WORK TASK | Look at every line of the material and count the ones holding the word "full". The answer is the number only.

INPUT |
──────────
class TestEliminated:
    """The layout without the gas totals, which few components in many cases are solved in."""

    CASES, STAGES = 14, 6

    def blocks(self, seed, parts):
        rng = np.random.default_rng(seed)
        derivatives, drag = random_blocks(seed, self.CASES, self.STAGES, parts + 1)
        # by the gas total: mole fractions, which leave something for what keeps the gas flowing
        derivatives[:, :, 0] = 0.95 * rng.dirichlet(np.ones(parts + 1), (self.CASES, self.STAGES))[..., :parts]
        return derivatives, drag, rng.normal(size=(2, self.CASES, self.STAGES, parts + 1))

    @pytest.mark.parametrize("seed", range(6))
    @pytest.mark.parametrize("parts", [1, 2, 3])
    def test_equals_dense_solves(self, parts, seed):
        derivatives, drag, right = self.blocks(seed, parts)
        made = Jacobian(derivatives, drag)
        assert made.keep is not None  # else this tests the other layout
        matrix = dense(derivatives, drag)
        wanted = np.linalg.solve(matrix, right.reshape(2, self.CASES, -1, 1))[..., 0].reshape(right.shape)
        assert not made.bad.any()
        bound = 50 * EPS * np.linalg.cond(matrix).max() / made.keep.min() * np.abs(wanted).max()
        assert np.abs(made.solve(right.copy()) - wanted).max() <= bound
        assert np.abs(made.solve(right[0].copy()) - wanted[0]).max() <= bound

    @pytest.mark.parametrize("parts", [1, 2, 3])
    @pytest.mark.parametrize("value", [np.nan, np.inf])
    def test_a_spoilt_case_changes_no_other(self, parts, value):
        derivatives, drag, right = self.blocks(3, parts)
        wanted = Jacobian(derivatives, drag).solve(right.copy())
        derivatives[5, 2, 1, 0] = value
        with np.errstate(all="ignore"):
            made = Jacobian(derivatives, drag)
            found = made.solve(right.copy())
        others = np.arange(self.CASES) != 5
        assert made.keep is not None
        assert np.array_equal(made.bad, ~others)
        np.testing.assert_allclose(found[:, others], wanted[:, others], rtol=0, atol=1e-15 * np.abs(wanted).max())
        assert (found[:, 5] == 0.0).all()

    @pytest.mark.parametrize("gas", [0.0, 1e-9])
    def test_a_failed_case_does_not_bring_it_upon_gas_that_distributes_throughout(self, gas):
        # nothing keeps the gas flowing, so eliminating divides by next to nothing; a case that is set apart must not hide it
        feeds = ends(12, [[0.0, 0.3]] * 8, [[1.0, 0.0]] * 8)
        right = np.random.default_rng(0).normal(size=(2, 8, 12, 3))
        found = []
        for spoilt in (False, True):
            feeds[3, 0, 0] = np.nan if spoilt else 0.0
            answer = column.solve(columns(constants([3.0, 1.5]), feeds, gas, 1.0))
            assert (answer.status == OK).tolist() == [True] * 3 + [not spoilt] + [True] * 4
            found.append((answer.unknowns, answer.respond(right.copy())))
        others = np.arange(8) != 3
        np.testing.assert_allclose(found[1][0][others], found[0][0][others], rtol=1e-12)
        wanted = found[0][1][:, others]
        np.testing.assert_allclose(found[1][1][:, others], wanted, rtol=0, atol=1e-9 * np.abs(wanted).max())

    def test_both_layouts_give_the_same_columns(self, monkeypatch):
        feeds = ends(9, [[0.01, 0.02, 0.2]] * 12, [[0.3, 0.1, 0.05]] * 12)
        stages = columns(constants([0.3, 1.4, 0.9]), feeds, np.linspace(0.5, 2, 12), 1.5)
        small = column.solve(stages)
        assert small.jacobian.keep is not None
        monkeypatch.setattr(jacobian, "MOST_ELIMINATED", -1)
        full = column.solve(stages)
        assert full.jacobian.keep is None
        np.testing.assert_allclose(small.unknowns, full.unknowns, rtol=1e-12)
        right = np.random.default_rng(2).normal(size=(3, 12, 9, 4))
        np.testing.assert_allclose(small.respond(right.copy()), full.respond(right.copy()), rtol=1e-9, atol=1e-12)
──────────
ANSWER FOR THE TASK | 4